TASK BRIEF → Read the records that follow and state how many lines hold "recordAudit", adding nothing else.

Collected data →
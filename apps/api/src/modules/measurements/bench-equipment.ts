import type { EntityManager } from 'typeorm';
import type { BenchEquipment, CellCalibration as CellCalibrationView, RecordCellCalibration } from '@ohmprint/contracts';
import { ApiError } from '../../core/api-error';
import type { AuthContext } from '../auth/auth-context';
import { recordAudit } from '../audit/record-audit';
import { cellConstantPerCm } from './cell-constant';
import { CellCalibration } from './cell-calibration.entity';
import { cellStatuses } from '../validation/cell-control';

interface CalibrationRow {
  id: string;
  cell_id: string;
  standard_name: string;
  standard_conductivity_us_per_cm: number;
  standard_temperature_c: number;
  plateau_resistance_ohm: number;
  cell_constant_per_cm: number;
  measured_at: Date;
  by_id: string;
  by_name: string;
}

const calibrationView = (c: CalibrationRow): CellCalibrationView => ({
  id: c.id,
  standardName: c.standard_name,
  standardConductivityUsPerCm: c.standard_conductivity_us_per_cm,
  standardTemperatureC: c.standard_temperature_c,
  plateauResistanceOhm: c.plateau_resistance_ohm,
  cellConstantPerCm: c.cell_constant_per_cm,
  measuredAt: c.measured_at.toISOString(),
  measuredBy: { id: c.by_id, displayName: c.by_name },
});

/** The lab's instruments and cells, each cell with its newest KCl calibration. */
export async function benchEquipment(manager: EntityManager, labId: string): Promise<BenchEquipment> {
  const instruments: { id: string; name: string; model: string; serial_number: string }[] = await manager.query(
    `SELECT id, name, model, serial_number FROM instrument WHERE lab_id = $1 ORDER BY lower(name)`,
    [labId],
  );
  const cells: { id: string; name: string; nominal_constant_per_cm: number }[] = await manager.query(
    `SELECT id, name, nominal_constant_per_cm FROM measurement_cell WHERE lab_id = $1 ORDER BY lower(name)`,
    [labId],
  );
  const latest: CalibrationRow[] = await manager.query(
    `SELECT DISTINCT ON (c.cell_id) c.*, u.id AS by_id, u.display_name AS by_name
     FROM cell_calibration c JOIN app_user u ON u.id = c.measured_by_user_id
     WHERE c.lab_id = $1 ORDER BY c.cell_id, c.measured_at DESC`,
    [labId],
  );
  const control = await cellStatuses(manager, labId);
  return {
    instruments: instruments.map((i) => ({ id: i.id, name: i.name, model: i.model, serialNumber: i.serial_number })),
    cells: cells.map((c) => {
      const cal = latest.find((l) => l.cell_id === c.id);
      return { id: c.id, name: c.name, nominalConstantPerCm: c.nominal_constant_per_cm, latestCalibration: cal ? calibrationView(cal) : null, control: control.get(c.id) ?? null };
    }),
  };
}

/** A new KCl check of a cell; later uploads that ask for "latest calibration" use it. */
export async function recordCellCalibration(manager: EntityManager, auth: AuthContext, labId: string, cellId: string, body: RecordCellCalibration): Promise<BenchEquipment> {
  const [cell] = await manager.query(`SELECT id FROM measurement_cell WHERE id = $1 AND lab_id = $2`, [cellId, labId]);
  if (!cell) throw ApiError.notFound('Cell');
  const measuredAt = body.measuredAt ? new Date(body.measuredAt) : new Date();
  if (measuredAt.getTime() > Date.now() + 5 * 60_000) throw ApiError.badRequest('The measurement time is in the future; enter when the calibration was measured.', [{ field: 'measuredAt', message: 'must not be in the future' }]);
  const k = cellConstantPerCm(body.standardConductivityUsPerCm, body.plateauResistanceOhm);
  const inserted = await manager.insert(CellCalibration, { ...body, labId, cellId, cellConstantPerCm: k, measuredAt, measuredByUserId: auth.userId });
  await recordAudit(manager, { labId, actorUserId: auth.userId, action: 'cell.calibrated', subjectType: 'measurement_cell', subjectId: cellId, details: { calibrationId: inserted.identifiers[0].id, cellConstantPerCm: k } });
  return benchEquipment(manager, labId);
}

ANSWER SECTION → 2